» Records supplied

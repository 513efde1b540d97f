import type { Locator, Page } from '@playwright/test'
import type { DemoRole } from './helpers'

// Issue 16 item 17: every route of src/router/index.ts is checked with axe (WCAG 2.2 A and AA) in a state
// with real content. This table names, for every route, how it is checked; a unit test
// (tests/unit/components/axe-routes.test.ts, beside the other tests that load Vue code) fails when the router
// has a route this table does not name, so a new page cannot go unchecked. Type imports only from Playwright:
// the unit test reads this file too.

export interface AxePage {
  /** Who opens it (signed in as the demo's person in that role); null: nobody signed in. */
  role: DemoRole | null
  /** Where to go; a function when the address has to be found first (a rule set's id). */
  path: string | ((page: Page) => Promise<string>)
  /** The page's own sign that what it shows has arrived. */
  ready: (page: Page) => Locator
  /** Buttons on the page that open its main dialogs, each checked open too (by the button's name). */
  dialogs?: string[]
}

/** A route checked by a test of its own (a server of its own, a vehicle found first): the file says where. */
export interface AxeElsewhere {
  /** The spec file (under tests/e2e/) that calls expectAccessible on this route. */
  file: string
  /** Why it is not in the table's loop. */
  why: string
}

const h1 = (p: Page) => p.getByRole('heading', { level: 1 })

async function firstRuleSet(page: Page) {
  await page.goto('/settings')
  const link = page.locator('[data-rule-set] a').first()
  await link.waitFor()
  return (await link.getAttribute('href'))!
}

export const AXE_ROUTES: Record<string, AxePage | AxeElsewhere> = {
  home: { file: 'accessibility.spec.ts', why: 'no page of its own: it sends each role to Today or the board, both checked' },
  'sign-in': { role: null, path: '/sign-in', ready: (p) => p.getByRole('button', { name: 'Sign in' }) },
  'first-run': { file: 'first-run.spec.ts', why: 'shown only by a server with no company: that spec starts one' },
  today: { role: 'office', path: '/today', ready: (p) => p.locator('[data-group]') },
  board: { role: 'manager', path: '/board', ready: (p) => p.getByRole('status').filter({ hasText: 'Live' }) },
  archive: { role: 'manager', path: '/archive', ready: (p) => p.getByRole('table') },
  'tow-in': { role: 'dispatcher', path: '/tow-in', ready: (p) => p.getByTestId('map') },
  vehicle: { file: 'accessibility.spec.ts', why: 'a vehicle found on the board first, with its print view' },
  inspection: { file: 'accessibility.spec.ts', why: 'a vehicle found on the board first' },
  'cash-drawer': { role: 'office', path: '/cash-drawer', ready: h1 },
  deadlines: { role: 'office', path: '/deadlines', ready: h1 },
  receivables: { role: 'office', path: '/reports/receivables', ready: (p) => p.getByTestId('receivables-table').getByRole('row').nth(1) },
  aged: { role: 'office', path: '/reports/aged', ready: (p) => p.getByTestId('aged-table').getByRole('row').nth(1) },
  salvage: { role: 'office', path: '/reports/salvage', ready: (p) => p.getByTestId('salvage-table') },
  daily: { role: 'office', path: '/reports/daily', ready: (p) => p.getByTestId('daily-storage') },
  glance: { file: 'accessibility.spec.ts', why: 'waits for its charts to draw (their own chunk)' },
  gate: { role: 'office', path: '/gate', ready: h1 },
  // A pass the demo issued is re-sealed at the first start (no token of the build opens anything), so the page
  // is checked as the gate sees an unknown pass: its refusal.
  'gate-pass': { role: 'office', path: `/g/${'A'.repeat(43)}`, ready: (p) => p.getByTestId('gate-refused') },
  outbox: { role: 'manager', path: '/outbox', ready: (p) => p.getByRole('table') },
  'owner-start': { role: null, path: '/o', ready: (p) => p.getByRole('heading', { name: 'Find your vehicle' }) },
  // Back from the card page in a tab that kept no owner key: the page says so and offers the code instead.
  'owner-payment-return': { role: null, path: '/o/payment-return?result=paid', ready: (p) => p.getByRole('link', { name: /code/i }) },
  owner: { file: 'accessibility.spec.ts', why: "an owner link made on a vehicle's page first, in English and Spanish" },
  settings: { role: 'manager', path: '/settings', ready: (p) => p.locator('[data-rule-set]'), dialogs: ['Copy'] },
  'settings-rule-set': { role: 'manager', path: firstRuleSet, ready: (p) => p.getByRole('heading', { level: 1 }) },
  'settings-yards': { role: 'manager', path: '/settings/yards', ready: (p) => p.locator('[data-yard]'), dialogs: ['Add a yard'] },
  'settings-audit': { role: 'manager', path: '/settings/audit', ready: (p) => p.getByRole('table') },
  users: { role: 'manager', path: '/users', ready: (p) => p.getByRole('table'), dialogs: ['Add a staff member'] },
  'not-found': { role: null, path: '/nowhere-at-all', ready: (p) => p.getByRole('heading').first() },
}

export const isElsewhere = (entry: AxePage | AxeElsewhere): entry is AxeElsewhere => 'file' in entry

» Aim of the task
Your task is to restate, word for word, only those lines above that fall between the line holding "pass: its refusal." and the line holding "path: '/outbox', ready: (p)", inclusive.

» Written reply
  // is checked as the gate sees an unknown pass: its refusal.
  'gate-pass': { role: 'office', path: `/g/${'A'.repeat(43)}`, ready: (p) => p.getByTestId('gate-refused') },
  outbox: { role: 'manager', path: '/outbox', ready: (p) => p.getByRole('table') },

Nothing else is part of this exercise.